= Task data =
--- START ---

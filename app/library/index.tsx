import { counted } from '@/shared/words';
import { Text, View } from 'react-native';
import { useDesignList } from '@/components/api/designs';
import { AppFrame } from '@/components/layout/AppFrame';
import { Button, LinkButton, Loading, Notice } from '@/components/library/controls';
import { DesignCards, DesignTable } from '@/components/library/DesignList';
import { activeFilterCount, LibraryFilters } from '@/components/library/LibraryFilters';
import { useLibraryParams } from '@/components/library/libraryParams';
import { WithCurrentShop } from '@/components/library/WithCurrentShop';
import { canEdit, type CurrentShop } from '@/components/library/shopAccess';
import { fonts, space, theme, useBreakpoint } from '@/components/ui';

export default function LibraryScreen() {
  return (
    <AppFrame title="Library">
      <WithCurrentShop what="The library">{(shop) => <ShopLibrary shop={shop} />}</WithCurrentShop>
    </AppFrame>
  );
}

function ShopLibrary({ shop }: { shop: CurrentShop }) {
  const { isWide } = useBreakpoint();
  const [filters, setFilters] = useLibraryParams();
  const list = useDesignList(shop.shopId, filters);
  const items = list.data?.pages.flatMap((p) => p.items) ?? [];
  const filtered = activeFilterCount(filters) > 0 || !!filters.q;

  return (
    <View style={{ gap: space.lg }}>
      <View style={[theme.row, { justifyContent: 'space-between', flexWrap: 'wrap', gap: space.md }]}>
        <Text style={theme.body}>
          Jigs, templates and inserts of <Text style={{ fontFamily: fonts.bold }}>{shop.shopName}</Text>
        </Text>
        <View style={[theme.row, { flexWrap: 'wrap' }]}>
          <LinkButton href="/catalog" tone="secondary" label="Devices and charger pads" />
          {canEdit(shop.role) ? <LinkButton href="/designs/new" label="New design" testID="new-design" /> : null}
        </View>
      </View>
      <LibraryFilters filters={filters} onChange={setFilters} compact={!isWide} />

      {list.isError && !list.data ? (
        <Notice title="The library could not be loaded" action={<Button tone="secondary" label="Try again" onPress={() => list.refetch()} />}>
          {list.error.message}
        </Notice>
      ) : list.isLoading ? (
        <Loading label="Fetching the library…" />
      ) : items.length === 0 ? (
        filtered ? (
          <Notice tone="info" title="Nothing matches" action={<Button tone="secondary" label="Clear search and filters" onPress={() => setFilters({ q: undefined, kind: undefined, status: undefined, material: undefined, tag: undefined })} />}>
            No design in this shop matches that search and those filters.
          </Notice>
        ) : (
          <Notice tone="info" title="The shelf is bare">
            {canEdit(shop.role)
              ? 'No designs yet. Start one with “New design”, then upload a DXF or SVG as its first revision.'
              : 'No designs yet. An editor or owner of the shop can add the first one.'}
          </Notice>
        )
      ) : (
        <View style={{ gap: space.md, opacity: list.isPlaceholderData ? 0.6 : 1 }} aria-busy={list.isFetching}>
          {isWide ? (
            <DesignTable items={items} filters={filters} onSort={(sort, dir) => setFilters({ sort, dir })} onTag={(tag) => setFilters({ tag })} />
          ) : (
            <DesignCards items={items} onTag={(tag) => setFilters({ tag })} />
          )}
          <View style={[theme.row, { flexWrap: 'wrap', justifyContent: 'space-between' }]}>
            <Text style={theme.muted} role="status">
              Showing {counted(items.length, 'design')}
              {list.hasNextPage ? '; there are more' : ''}
            </Text>
            {list.hasNextPage ? (
              <Button tone="secondary" label="Show more" busy={list.isFetchingNextPage} onPress={() => list.fetchNextPage()} testID="library-more" />
            ) : null}
          </View>
          {list.isFetchNextPageError ? <Notice title="The next page did not load">{list.error?.message ?? 'Try again.'}</Notice> : null}
        </View>
      )}
    </View>
  );
}
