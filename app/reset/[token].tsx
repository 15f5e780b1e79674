import { zodResolver } from '@hookform/resolvers/zod';
import { Link, useLocalSearchParams } from 'expo-router';
import { useForm } from 'react-hook-form';
import { Text } from 'react-native';
import { useResetPassword } from '@/components/api/auth';
import { AuthPanel } from '@/components/account/AuthPanel';
import { FormField } from '@/components/account/FormField';
import { useSubmit } from '@/components/account/useSubmit';
import { Button, LinkButton, Notice } from '@/components/library/controls';
import { theme } from '@/components/ui';
import { PASSWORD_MIN, ResetPassword } from '@/shared/schemas/auth';

export default function ChooseNewPasswordScreen() {
  const { token } = useLocalSearchParams<{ token: string }>();
  const reset = useResetPassword();
  const form = useForm({
    resolver: zodResolver(ResetPassword),
    defaultValues: { token: typeof token === 'string' ? token : '', password: '' },
  });
  const { control } = form;
  const { submit, formError } = useSubmit(
    form,
    ['password'],
    (values) => reset.mutateAsync(values),
    // The token is not a visible field: say what is wrong with the link itself.
    (errors) => errors.token?.message ?? null,
  );

  if (reset.isSuccess) {
    return (
      <AuthPanel title="Password changed">
        <Notice tone="ok">{reset.data.message}</Notice>
        <Text style={theme.body}>Every device that was signed in to this account has been signed out.</Text>
        <LinkButton href="/sign-in" label="Sign in" />
      </AuthPanel>
    );
  }
  return (
    <AuthPanel title="Choose a new password">
      <FormField
        control={control}
        name="password"
        label="New password"
        secureTextEntry
        autoComplete="new-password"
        hint={`At least ${PASSWORD_MIN} characters.`}
        onSubmitEditing={submit}
      />
      {formError ? (
        <Notice title="Password not changed">
          <Text style={theme.body}>{formError}</Text>
          <Link href="/reset" style={theme.link}>
            Ask for a new link
          </Link>
        </Notice>
      ) : null}
      <Button label="Save the new password" onPress={submit} busy={reset.isPending} />
    </AuthPanel>
  );
}
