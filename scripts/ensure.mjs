// `npm run bench` step one: what the benchmarks need before tsx can run them — the npm packages,
// Debian's PostgreSQL (for the bench's private cluster) and Debian's Chromium (web rows).
// Plain Node with no dependencies, like the other helpers in scripts/lib.
import { ensureChromium, ensureNodeModules, ensurePostgresInstalled } from './lib/services.mjs';

ensureNodeModules();
ensurePostgresInstalled();
ensureChromium();
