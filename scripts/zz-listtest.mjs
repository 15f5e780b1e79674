import { startFake, freePort } from './lib/services.mjs';
import { Client } from 'minio';
import fs from 'node:fs';
const dir = fs.mkdtempSync('/tmp/jw-listtest-');
const port = await freePort();
const fake = await startFake('objects', { port, dir, extraEnv: { FAKE_BUCKET: 'b' } });
const c = new Client({ endPoint: '127.0.0.1', port, useSSL: false, accessKey: 'S3RVER', secretKey: 'S3RVER', region: 'us-east-1', pathStyle: true });
await Promise.all(Array.from({ length: 1105 }, (_, i) => c.putObject('b', `revisions/${String(i).padStart(5, '0')}/x.dxf`, Buffer.from('x'), 1)));
for (const v of ['V2', 'V1']) {
  try {
    const keys = [];
    const s = v === 'V2' ? c.listObjectsV2('b', 'revisions/', true) : c.listObjects('b', 'revisions/', true);
    for await (const o of s) keys.push(o.name);
    console.log(v, 'ok', keys.length);
  } catch (e) { console.log(v, 'failed', e.message.slice(0, 200)); }
}
await fake.stop();
fs.rmSync(dir, { recursive: true, force: true });
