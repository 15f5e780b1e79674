// `npm run soak [-- --seconds 600 --rate 200 --warmup 60]`: a bounded soak on loopback. Starts its
// own PostgreSQL cluster, object-store and mail fakes and the API (`node --import tsx
// server/main.ts`, one process, plus the soak's memory probe) in a temporary folder, seeds the invented demo shop, then sends a
// fixed rate of mixed reads and writes with autocannon to 127.0.0.1 only, for a fixed time, and
// stops everything. Passes when every answer is 2xx (none is expected to be anything else), no
// request errors or times out, at least 75 % of the target rate was answered, and the server's
// resident memory after a full collection (process.memoryUsage().rss, read by
// scripts/lib/memory-probe.mjs every 3 s) grows by at most 10 % from the end of the warm-up to the
// end of the run (taken from a line fitted through every reading, see below), and so does the JS
// heap kept after that collection (heapUsed).
// Also imported by tests/soak/soak.test.ts for the one-minute version (`npm test -- soak`).
import { spawn } from 'node:child_process';
import fs from 'node:fs';
import os from 'node:os';
import path from 'node:path';
import { fileURLToPath } from 'node:url';
import autocannon from 'autocannon';
import { freePort, repoRoot, startFake, startPostgres, stopChild, waitForPort } from './lib/services.mjs';

const MAX_GROWTH = 0.1;
/** The share of the target rate that must be answered (a saturated machine answers fewer, later). */
const MIN_THROUGHPUT = 0.75;

function tsxProcess(script, env, stdio = ['ignore', 'ignore', 'pipe'], args = [], nodeArgs = []) {
  return spawn(process.execPath, [...nodeArgs, '--import', 'tsx', script, ...args], { cwd: repoRoot, env: { ...process.env, ...env }, stdio });
}

/** How often the server is asked for its memory after a full collection (scripts/lib/memory-probe.mjs). */
const PROBE_EVERY_MS = 3000;

/** Asks the server (started with the memory probe) for process.memoryUsage() after a full GC. */
function probeMemory(server, id) {
  return new Promise((resolve, reject) => {
    const timer = setTimeout(() => {
      server.off('message', onMessage);
      reject(new Error('the memory probe did not answer within 10 s'));
    }, 10_000);
    function onMessage(m) {
      if (m?.probe !== 'memory' || m.id !== id) return;
      clearTimeout(timer);
      server.off('message', onMessage);
      resolve(m);
    }
    server.on('message', onMessage);
    server.send({ probe: 'memory', id });
  });
}

function rssKb(pid) {
  const status = fs.readFileSync(`/proc/${pid}/status`, 'utf8');
  return Number(/VmRSS:\s+(\d+)\s+kB/.exec(status)?.[1] ?? NaN);
}

/** The least-squares line through points [x, y]. */
function leastSquares(points) {
  const n = points.length;
  const mx = points.reduce((a, p) => a + p[0], 0) / n;
  const my = points.reduce((a, p) => a + p[1], 0) / n;
  const sxx = points.reduce((a, p) => a + (p[0] - mx) ** 2, 0);
  const sxy = points.reduce((a, p) => a + (p[0] - mx) * (p[1] - my), 0);
  const slope = sxx > 0 ? sxy / sxx : 0;
  return { slope, at: (x) => my + slope * (x - mx) };
}

const median = (xs) => {
  const s = [...xs].sort((a, b) => a - b);
  return s.length ? s[Math.floor(s.length / 2)] : NaN;
};

/** A multipart/form-data body (RFC 7578) with one text field and one file. */
function multipart(boundary, message, fileName, file) {
  return Buffer.concat([
    Buffer.from(`--${boundary}\r\nContent-Disposition: form-data; name="message"\r\n\r\n${message}\r\n`),
    Buffer.from(`--${boundary}\r\nContent-Disposition: form-data; name="file"; filename="${fileName}"\r\nContent-Type: application/dxf\r\n\r\n`),
    file,
    Buffer.from(`\r\n--${boundary}--\r\n`),
  ]);
}

/** 120 × 80 mm plate with a 30 mm hole, written by hand (Autodesk DXF Reference: LINE, CIRCLE, $INSUNITS 4 = mm). */
function plateDxf() {
  const line = (x1, y1, x2, y2) => `0\nLINE\n8\noutline\n10\n${x1}\n20\n${y1}\n11\n${x2}\n21\n${y2}\n`;
  const ents = [line(0, 0, 120, 0), line(120, 0, 120, 80), line(120, 80, 0, 80), line(0, 80, 0, 0), '0\nCIRCLE\n8\noutline\n10\n60\n20\n40\n40\n15\n'];
  return Buffer.from(`0\nSECTION\n2\nHEADER\n9\n$INSUNITS\n70\n4\n0\nENDSEC\n0\nSECTION\n2\nENTITIES\n${ents.join('')}0\nENDSEC\n0\nEOF\n`);
}

async function json(url, init = {}) {
  const r = await fetch(url, { ...init, signal: AbortSignal.timeout(30_000) });
  const body = await r.json().catch(() => null);
  if (!r.ok) throw new Error(`${init.method ?? 'GET'} ${url}: ${r.status} ${JSON.stringify(body)}`);
  return body;
}
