// `npm test`: typecheck, unit + API suites (vitest, supertest), then the browser suite against the
// real server (playwright-core + Debian's Chromium), then the one-minute soak; `npm test -- soak` runs only that.
// Each suite starts its own services in a temporary folder; the demo data under .data/ is never touched. Ends with "N passed, N failed".
import { spawnSync } from 'node:child_process';
import fs from 'node:fs';
import os from 'node:os';
import path from 'node:path';
import { ensureChromium, ensureEzdxf, ensureNodeModules, ensurePostgresInstalled, log, repoRoot } from './lib/services.mjs';

ensureNodeModules();
ensurePostgresInstalled();
ensureChromium();
ensureEzdxf();

const bin = (n) => path.join(repoRoot, 'node_modules', '.bin', n);
const env = { ...process.env, EXPO_OFFLINE: '1', EXPO_NO_TELEMETRY: '1', NODE_ENV: 'test' };
const totals = { passed: 0, failed: 0, skipped: 0 };
const only = process.argv.slice(2); // e.g. `npm test -- unit api`
const want = (s) => only.length === 0 || only.includes(s);

function step(name, cmd, args) {
  log(`── ${name}`);
  return spawnSync(cmd, args, { cwd: repoRoot, env, stdio: 'inherit' }).status;
}

function vitest(name, config) {
  const out = path.join(os.tmpdir(), `jw-vitest-${name}-${process.pid}.json`);
  const status = step(name, bin('vitest'), ['run', '--config', config, '--reporter=default', '--reporter=json', `--outputFile.json=${out}`]);
  let passed = 0;
  let failed = 0;
  let skipped = 0;
  if (fs.existsSync(out)) {
    const r = JSON.parse(fs.readFileSync(out, 'utf8'));
    passed = r.numPassedTests;
    failed = r.numFailedTests;
    skipped = r.numPendingTests + (r.numTodoTests ?? 0);
    // A file that failed to load has no test results of its own: count it as a failure.
    failed += r.testResults.filter((f) => f.status === 'failed' && f.assertionResults.length === 0).length;
    fs.rmSync(out);
  }
  if (status !== 0 && failed === 0) failed = 1;
  totals.passed += passed;
  totals.failed += failed;
  totals.skipped += skipped;
  log(`${name}: ${passed} passed, ${failed} failed`);
}

if (want('typecheck')) {
  const status = step('typecheck (tsc --noEmit)', bin('tsc'), ['--noEmit', '-p', 'tsconfig.json']);
  if (status === 0) totals.passed += 1;
  else totals.failed += 1;
}
if (want('unit') || want('api')) vitest('unit and API suites', 'vitest.config.mts');
if (want('browser')) {
  let built = true;
  try {
    const { ensureWebExport } = await import('./lib/web.mjs');
    ensureWebExport();
  } catch (e) {
    console.error(e.message);
    built = false;
    totals.failed += 1;
  }
  if (built) vitest('browser suite', 'vitest.browser.config.mts');
}
// Last and alone, so that its memory and rate readings are not shaped by the other suites.
if (want('soak')) vitest('soak (one minute)', 'vitest.soak.config.mts');

const tail = totals.skipped ? `, ${totals.skipped} skipped` : '';
console.log(`\n${totals.passed} passed, ${totals.failed} failed${tail}`);
process.exit(totals.failed > 0 ? 1 : 0);
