describe('upload and download', () => {
  // 120 × 80 mm rectangle, drawn as four LINEs (DXF Reference, LINE: 10/20 start, 11/21 end).
  const rectangle = dxfFile(rectLines(120, 80), 4);

  it('round-trips an uploaded DXF: the download reads back with the same extents, and ezdxf audits it clean', async () => {
    const designId = await newDesign();
    const up = await upload(designId, rectangle);
    expect(up.status, JSON.stringify(up.body)).toBe(201);
    expect(up.body.number).toBe(1);
    expect(up.body.summary.extents).toMatchObject({ width: 120, height: 80 });
    expect(up.body.summary.closedContours).toBe(1);
    expect(up.body.summary.area).toBeCloseTo(9600, 6);

    const dl = await ctx.http.get(`/api/revisions/${up.body.id}/download?format=dxf&units=mm`).set(auth('viewer')).buffer(true).parse((res, cb) => {
      let data = '';
      res.on('data', (c: Buffer) => (data += c.toString()));
      res.on('end', () => cb(null, data));
    });
    expect(dl.status).toBe(200);
    expect(dl.headers['content-disposition']).toBe('attachment; filename="grommet-template-r1.dxf"');
    const parsed = new DxfParser().parseSync(dl.body as string);
    // DXF Reference, HEADER: $INSUNITS 4 = millimeters.
    expect(parsed.header.$INSUNITS).toBe(4);
    expect(parsed.entities.filter((e: any) => e.type === 'LINE')).toHaveLength(4);
    expect(extentsOf(parsed)).toEqual({ minX: 0, minY: 0, maxX: 120, maxY: 80 });
    expect(ezdxfAudit(dl.body as string)).toMatch(/No errors found/);
  });

  it('converts to inches exactly (1 in = 25.4 mm) and sets $INSUNITS 1', async () => {
    const designId = await newDesign();
    const up = await upload(designId, dxfFile([...rectLines(254, 127), arc(127, 63.5, 25.4, 0, 90)], 4));
    expect(up.status, JSON.stringify(up.body)).toBe(201);
    const get = (units: string) =>
      ctx.http.get(`/api/revisions/${up.body.id}/download?format=dxf&units=${units}`).set(auth('viewer')).buffer(true).parse((res, cb) => {
        let d = '';
        res.on('data', (c: Buffer) => (d += c.toString()));
        res.on('end', () => cb(null, d));
      });
    const mm = new DxfParser().parseSync((await get('mm')).body);
    const inch = new DxfParser().parseSync((await get('in')).body);
    expect(inch.header.$INSUNITS).toBe(1); // DXF Reference: 1 = inches
    const a = extentsOf(mm);
    const b = extentsOf(inch);
    expect(b.maxX * MM_PER_INCH).toBeCloseTo(a.maxX, 9);
    expect(b.maxY * MM_PER_INCH).toBeCloseTo(a.maxY, 9);
    expect(b.maxX).toBeCloseTo(10, 12);
    expect(b.maxY).toBeCloseTo(5, 12);
    const inchArc = inch.entities.find((e: any) => e.type === 'ARC');
    expect(inchArc.radius).toBeCloseTo(1, 12);
  });

  it('asks for units when the DXF header has none, and stores nothing until told', async () => {
    const designId = await newDesign();
    const before = await counts();
    const noUnits = dxfFile(rectLines(4, 2), null);
    const r = await upload(designId, noUnits);
    expect(r.status).toBe(422);
    expect(r.body.error.code).toBe('units_needed');
    expect(await counts()).toEqual(before);
    const r2 = await upload(designId, noUnits, { units: 'in' });
    expect(r2.status, JSON.stringify(r2.body)).toBe(201);
    expect(r2.body.summary.extents.width).toBeCloseTo(4 * MM_PER_INCH, 9);
  });

  it('offers a short-lived link (five minutes) and names the file', async () => {
    const designId = await newDesign('editor', { title: 'Link test' });
    const up = await upload(designId, rectangle);
    const r = await ctx.http.get(`/api/revisions/${up.body.id}/download?format=svg&link=1`).set(auth('viewer'));
    expect(r.status).toBe(200);
    expect(r.body.name).toBe('link-test-r1.svg');
    expect(r.body.expiresInSeconds).toBeLessThanOrEqual(300);
    expect(new URL(r.body.url).searchParams.get('X-Amz-Expires')).toBe('300');
  });

  it('refuses downloads to members of another shop without revealing the revision', async () => {
    const designId = await newDesign();
    const up = await upload(designId, rectangle);
    const r = await ctx.http.get(`/api/revisions/${up.body.id}/download`).set(auth('other'));
    expect(r.status).toBe(404);
  });
});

--- END ---

= About this exercise =
Display each line of the data where "then" occurs.

= Task solution =
              ? 'No designs yet. Start one with “New design”, then upload a DXF or SVG as its first revision.'
// server/main.ts`, one process, plus the soak's memory probe) in a temporary folder, seeds the invented demo shop, then sends a
// `npm test`: typecheck, unit + API suites (vitest, supertest), then the browser suite against the
// real server (playwright-core + Debian's Chromium), then the one-minute soak; `npm test -- soak` runs only that.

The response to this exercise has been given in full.